- GOAL OF THE EXERCISE -
Show the lines below where "module" occurs.

- Data excerpts -

↓

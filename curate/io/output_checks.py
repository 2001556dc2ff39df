"""The checks every output path passes before any work starts.

:func:`check_output` refuses (exit 2, :class:`~curate.errors.OutputError`) an
output path that is, contains or sits inside something the command reads,
runs through a file, lies in a folder that cannot be written, exists without
``overwrite``, or exists but was not written by curate. A folder curate writes
holds :data:`MARKER`, which lists its files; ``overwrite`` replaces only such a
folder, and only while it holds nothing else. A file is replaced only when the
writer recognises it as one of its own (a review CSV by its header).
"""

from __future__ import annotations

import json
import os
import re
from collections.abc import Callable, Sequence
from pathlib import Path
from typing import TYPE_CHECKING

from curate.errors import OutputError
from curate.io.globbing import glob_files

if TYPE_CHECKING:
    from curate.settings import Spec

__all__ = ["MARKER", "amount", "check_output", "check_overlap", "spec_inputs"]

MARKER = "written-by-curate.json"
_WORKING = re.compile(r"\.(.+)\.(?:lock(?:-[0-9a-f]{8})?|(?:partial|old)-[0-9a-f]{8}|swap\.json(?:\.tmp)?)")
_KEEP_HINT = ("curate replaces only what it wrote itself; choose a new output path, or move "
              "this one away yourself")


def spec_inputs(spec: Spec) -> list[tuple[str, Path]]:
    """Everything a pipeline reads, named for messages: the output must stay clear of all of it.

    Examples
    --------
    >>> from curate.spec import spec_from_dict
    >>> spec = spec_from_dict({"input": {"path": "t.csv", "label": "y"},
    ...                        "stages": [{"method": "exact-duplicates"}]}, base="/data")
    >>> spec_inputs(spec)
    [('the input', PosixPath('/data/t.csv'))]
    """
    found = [("the input", spec.input.path)]
    if spec.source != "<dict>":
        found.append(("the pipeline file", Path(spec.source)))
    module = (spec.input.schema or "").rpartition(":")[0]
    if module.endswith(".py"):
        found.append(("the schema file", Path(module)))
    if spec.input.protect_file is not None:
        found.append(("the protect file", spec.input.protect_file))
    return found


def _listing(path: Path) -> str:
    if path.is_file():
        with open(path, "rb") as handle:
            start = handle.read(60).decode("utf-8", "replace").splitlines()
        return f"a file of {amount(path.stat().st_size)} starting {(start or [''])[0]!r}"
    try:
        entries = sorted(path.iterdir())
    except OSError as err:
        return f"entries that cannot be listed ({err.strerror})"
    if not entries:
        return "nothing (it is an empty folder)"
    names = ", ".join(e.name + ("/" if e.is_dir() else "") for e in entries[:5])
    count = len(entries)
    return f"{count} entr{'y' if count == 1 else 'ies'} ({'first: ' if count > 5 else ''}{names})"


def _not_ours(path: Path, folder: bool, owned: Callable[[Path], bool] | None) -> str | None:
    """Why ``path`` may not be replaced, or None when curate wrote it and nothing else is in it."""
    if folder != path.is_dir():
        return f"it is a {'file' if folder else 'folder'}, not a {'folder' if folder else 'file'} " \
               "curate wrote"
    if not folder:
        return None if owned is not None and owned(path) else "it is not a file curate wrote"
    try:
        data = json.loads((path / MARKER).read_text(encoding="utf-8"))
    except (OSError, ValueError):
        return f"it has no {MARKER}, the mark of a folder curate wrote"
    if not isinstance(data, dict) or data.get("written_by") != "curate":
        return f"its {MARKER} does not name curate"
    listed = {str(name) for name in data.get("files", [])} | {MARKER}
    extra = sorted(e.name for e in path.iterdir()
                   if e.name not in listed and not _working_name(e.name, listed))
    if extra:
        return f"curate did not write {', '.join(extra[:5])}{', ...' if len(extra) > 5 else ''} there"
    return None


def _working_name(name: str, listed: set[str]) -> bool:
    """Whether ``name`` is curate's own lock, partial, old or journal name of a listed entry
    (left there by a run into a folder inside this one, such as the demo's run folder)."""
    found = _WORKING.fullmatch(name)
    return found is not None and found.group(1) in listed


def _check_parents(path: Path) -> None:
    folder = path.parent
    while not folder.exists():
        folder = folder.parent
    if not folder.is_dir():
        raise OutputError(f"cannot write {path}: {folder} is a file, not a folder; nothing was "
                          "written", hint="choose an output path whose folders are folders")
    read_only = bool(os.statvfs(folder).f_flag & os.ST_RDONLY)
    if read_only or not os.access(folder, os.W_OK | os.X_OK):
        why = "is on a read-only file system" if read_only else "may not be written (permission denied)"
        raise OutputError(f"cannot write {path}: {folder} {why}; nothing was written",
                          hint="choose an output path in a folder you can write to")


def check_output(target: str | Path, *, overwrite: bool,
                 inputs: Sequence[tuple[str, Path]] = (), folder: bool = True,
                 owned: Callable[[Path], bool] | None = None) -> Path:
    """Check an output path before any work; return it absolute, or raise :class:`OutputError`.

    ``inputs`` are (what, path) pairs the output must not be, contain or sit
    inside (paths may be globs); ``folder`` says whether the output is a
    folder (replaced only when it holds :data:`MARKER`) or a file (replaced
    only when ``owned`` recognises it).

    Examples
    --------
    >>> import tempfile
    >>> data = Path(tempfile.mkdtemp())
    >>> _ = (data / "t.csv").write_text("x,y\\n1,a\\n")
    >>> check_output(data / "run", overwrite=False, inputs=[("the input", data / "t.csv")]).name
    'run'
    >>> check_output(data, overwrite=True)  # doctest: +ELLIPSIS
    Traceback (most recent call last):
    ...
    curate.errors.OutputError: overwrite may not replace ...: it has no written-by-curate.json, ...
    """
    given = Path(os.path.abspath(target))
    path = Path(os.path.realpath(given.parent)) / given.name
    if path.is_symlink():
        raise OutputError(f"{path} is a symbolic link; curate does not write through links; "
                          "nothing was written", hint="give the real path, or another output path")
    _check_parents(path)
    check_overlap(path, inputs)
    if not path.exists():
        return path
    if not overwrite:
        raise OutputError(f"{path} already exists; nothing was written",
                          hint="add --overwrite (in a pipeline file: [output] overwrite = true) to "
                               "replace what curate wrote there before, or choose another path")
    why = _not_ours(path, folder, owned)
    if why is not None:
        raise OutputError(f"overwrite may not replace {path}: {why}; it holds {_listing(path)}; "
                          "nothing was written", hint=_KEEP_HINT)
    return path


def amount(size: float) -> str:
    for unit in ("bytes", "KB", "MB", "GB"):
        if size < 1000 or unit == "GB":
            return f"{size:.0f} {unit}" if unit == "bytes" else f"{size:.1f} {unit}"
        size /= 1000
    return ""


def _matches(path: Path) -> list[Path]:
    # The link-safe expansion the reader uses: Python's glob follows a link loop level by level.
    if any(ch in str(path) for ch in "*?["):
        return glob_files(str(path))
    return [path]


def check_overlap(path: Path, inputs: Sequence[tuple[str, Path]]) -> None:
    """Refuse an output that is, contains or sits inside one of ``inputs`` (links resolved).

    Examples
    --------
    >>> check_overlap(Path("/data/run"), [("the input", Path("/data/t.csv"))])
    >>> check_overlap(Path("/data"), [("the input", Path("/data/t.csv"))])
    Traceback (most recent call last):
    ...
    curate.errors.OutputError: the output /data contains the input /data/t.csv; nothing was written
      hint: choose an output path outside everything the command reads
    """
    real = Path(os.path.realpath(path))
    for what, source in inputs:
        for item in _matches(source):
            other = Path(os.path.realpath(item))
            if other == real or (path.exists() and item.exists() and os.path.samefile(path, item)):
                relation = "is"
            elif other.is_relative_to(real):
                relation = "contains"
            elif real.is_relative_to(other):
                relation = "sits inside"
            else:
                continue
            raise OutputError(f"the output {path} {relation} {what} {item}; nothing was written",
                              hint="choose an output path outside everything the command reads")
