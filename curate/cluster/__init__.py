"""The same stages on a Dask cluster.

* :mod:`~curate.cluster.session`: the connection for one run (Dask calls), installed
  as the neighbour engine's executor, and neighbour queries in blocks on the workers;
* :mod:`~curate.cluster.stage`: one stage's method with the cluster;
* :mod:`~curate.cluster.partitioned`: the stratified-partition logic, pure, no Dask.
"""
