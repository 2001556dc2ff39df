"""ENN (Wilson 1972) against imbalanced-learn's EditedNearestNeighbours.

imbalanced-learn 0.14 judges each row by its k nearest other rows found with
scikit-learn, like curate. ``kind_sel="all"`` is curate's ``vote="unanimous"``;
``kind_sel="mode"`` is ``vote="majority"`` except where the row's own label
ties for the most votes: scipy's mode then picks the smallest tied label, so
imbalanced-learn removes the row unless its label is that one, while curate
keeps it (the k-NN rule does not misclassify it). Those rows are compared on
their own, with hand-made data.
"""

from __future__ import annotations

import numpy as np
import pytest
from editing_fixtures import (
    KINDS,
    dataset,
    everyone,
    own_label_ties,
    removed_by,
    space,
)
from imblearn.under_sampling import EditedNearestNeighbours

from curate.methods.editing import enn

pytestmark = pytest.mark.usefixtures("one_thread")  # see tests/methods/conftest.py

@pytest.mark.parametrize("name", ["wine", "breast_cancer"])
@pytest.mark.parametrize("flip", [0.0, 0.1])
@pytest.mark.parametrize("vote", ["majority", "unanimous"])
@pytest.mark.parametrize("k", [3, 5])
def test_enn_removes_what_imbalanced_learn_removes(name: str, flip: float, vote: str,
                                                   k: int) -> None:
    """Same removals as imbalanced-learn on bundled scikit-learn data, tie rows apart."""
    X, y = dataset(name, flip=flip, seed=7)
    ours = enn(space(X), y, removable=everyone(len(y)), k=k, vote=vote)
    theirs = removed_by(EditedNearestNeighbours(sampling_strategy="all", n_neighbors=k,
                                                kind_sel=KINDS[vote]), X, y)
    ties = own_label_ties(X, y, k) if vote == "majority" else np.zeros(len(y), bool)
    tie_free = set(np.flatnonzero(~ties).tolist())
    assert set(ours.removed.tolist()) & tie_free == theirs & tie_free
    assert not set(ours.removed.tolist()) & set(np.flatnonzero(ties).tolist())
    assert len(theirs) > 0


def test_enn_keeps_a_row_whose_label_ties_for_the_most_votes() -> None:
    """A 1-1-1 vote among three classes at k = 3 is no majority against the row.

    Row 0 (label 2 at 0) has neighbours labelled 0, 1, 2 at 1, 2, 3
    (hand-computed). The k-NN rule (Wilson 1972) cannot name a winner, so
    curate keeps it; imbalanced-learn's mode picks the smallest label, 0, and
    removes it. With a unanimous vote the row goes in both.
    """
    X = np.array([[0.0], [1.0], [2.0], [3.0], [20.0], [21.0], [22.0], [23.0]])
    y = np.array([2, 0, 1, 2, 0, 0, 0, 0])
    majority = enn(space(X), y, removable=everyone(8), k=3, vote="majority")
    assert 0 not in majority.removed.tolist()
    assert 0 in removed_by(EditedNearestNeighbours(sampling_strategy="all", kind_sel="mode"), X, y)
    unanimous = enn(space(X), y, removable=everyone(8), k=3, vote="unanimous")
    assert 0 in unanimous.removed.tolist()


def test_enn_removes_a_row_outvoted_two_to_one_among_three_classes() -> None:
    """Neighbours 'b', 'b', 'c' outvote an 'a' row (hand-computed)."""
    X = np.array([[0.0], [1.0], [1.5], [3.0], [20.0], [21.0], [22.0], [23.0]])
    y = np.array(["a", "b", "b", "c", "a", "a", "a", "a"])
    sel = enn(space(X), y, removable=everyone(8), k=3)
    assert 0 in sel.removed.tolist()
    record = sel.removed.tolist().index(0)
    assert sel.neighbours[record].tolist() == [1, 2, 3]
    assert "2 of its 3 nearest neighbours are labelled 'b'" in sel.detail[record]


def test_enn_honours_the_removable_mask() -> None:
    """Rows outside the mask stay but still vote, like imbalanced-learn with a class list."""
    X, y = dataset("wine", flip=0.1, seed=3)
    removable = np.isin(y, [0, 2])
    ours = enn(space(X), y, removable=removable, k=3, vote="unanimous")
    theirs = removed_by(EditedNearestNeighbours(sampling_strategy=[0, 2], kind_sel="all"), X, y)
    assert set(ours.removed.tolist()) == theirs
    assert removable[ours.removed].all()
    everyone_removed = enn(space(X), y, removable=everyone(len(y)), k=3, vote="unanimous")
    assert set(ours.removed.tolist()) == {i for i in everyone_removed.removed.tolist()
                                          if removable[i]}
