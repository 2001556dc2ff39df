"""kDN hardness (Smith, Martinez and Giraud-Carrier 2014) against scikit-learn.

kDN(x) = |{y among the k nearest neighbours of x : label(y) != label(x)}| / k.
The paper sets k = 5 (from memory), curate's default. The reference is a
direct computation from scikit-learn's NearestNeighbors on wine,
range-normalised with MinMaxScaler.
"""

from __future__ import annotations

import numpy as np
import pytest
from editing_fixtures import dataset
from sklearn.neighbors import NearestNeighbors

from curate.errors import UsageError
from curate.methods import METHODS
from curate.methods.scores import hardness
from curate.settings import check_params
from curate.space import Space


def sklearn_kdn(X: np.ndarray, y: np.ndarray, k: int) -> np.ndarray:
    idx = NearestNeighbors(n_neighbors=k).fit(X).kneighbors(None, return_distance=False)
    return (y[idx] != y[:, None]).mean(axis=1)


@pytest.mark.parametrize("k", [1, 5, 9])
def test_scores_equal_sklearn_on_wine(k):
    X, y = dataset("wine")
    sel = hardness(Space.from_matrix(X), y, removable=np.ones(len(y), dtype=bool), k=k)
    np.testing.assert_allclose(sel.scores["hardness"], sklearn_kdn(X, y, k))
    assert len(sel.removed) == 0  # no threshold: score only


def test_threshold_removes_exactly_the_hard_removable_rows():
    X, y = dataset("wine")
    removable = np.random.default_rng(0).random(len(y)) > 0.2
    sel = hardness(Space.from_matrix(X), y, removable=removable, threshold=0.6)
    expected = np.flatnonzero((sklearn_kdn(X, y, 5) >= 0.6) & removable)
    assert sorted(sel.removed.tolist()) == expected.tolist() and len(expected) > 0
    assert set(sel.reason) == {"hard"}
    assert all((y[nb] != y[p]).sum() >= 3 for p, nb in zip(sel.removed, sel.neighbours,
                                                          strict=True))


def test_default_k_and_threshold_bounds():
    assert METHODS["hardness"].defaults() == {"k": 5, "threshold": None}
    for bad in (0, 1.5, -0.2):
        with pytest.raises(UsageError, match="threshold"):
            check_params(METHODS["hardness"], {"threshold": bad})


def test_scores_reach_the_kept_output_as_a_column(tmp_path):
    """A hardness stage writes kDN into kept.parquet (scikit-learn's computation as reference),
    and `[output] scores = false` leaves the input's columns alone."""
    import polars as pl
    from sklearn.preprocessing import MinMaxScaler

    from curate.api import run

    X, y = dataset("wine")
    frame = pl.DataFrame(X, schema=[f"f{i}" for i in range(X.shape[1])]).with_columns(
        pl.Series("y", y))
    frame.write_parquet(tmp_path / "wine.parquet")
    spec = {"input": {"path": "wine.parquet", "label": "y"},
            "stages": [{"method": "hardness", "k": 5}]}
    kept = run(spec, base=tmp_path).kept
    expected = sklearn_kdn(MinMaxScaler().fit_transform(X), y, 5)
    np.testing.assert_allclose(kept.sort("row_id")["hardness"].to_numpy(), expected)
    quiet = run(spec | {"output": {"scores": False}}, base=tmp_path).kept
    assert "hardness" not in quiet.columns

↑

- SOLUTION TO THE PROBLEM -
    module = (spec.input.schema or "").rpartition(":")[0]
    if module.endswith(".py"):
        found.append(("the schema file", Path(module)))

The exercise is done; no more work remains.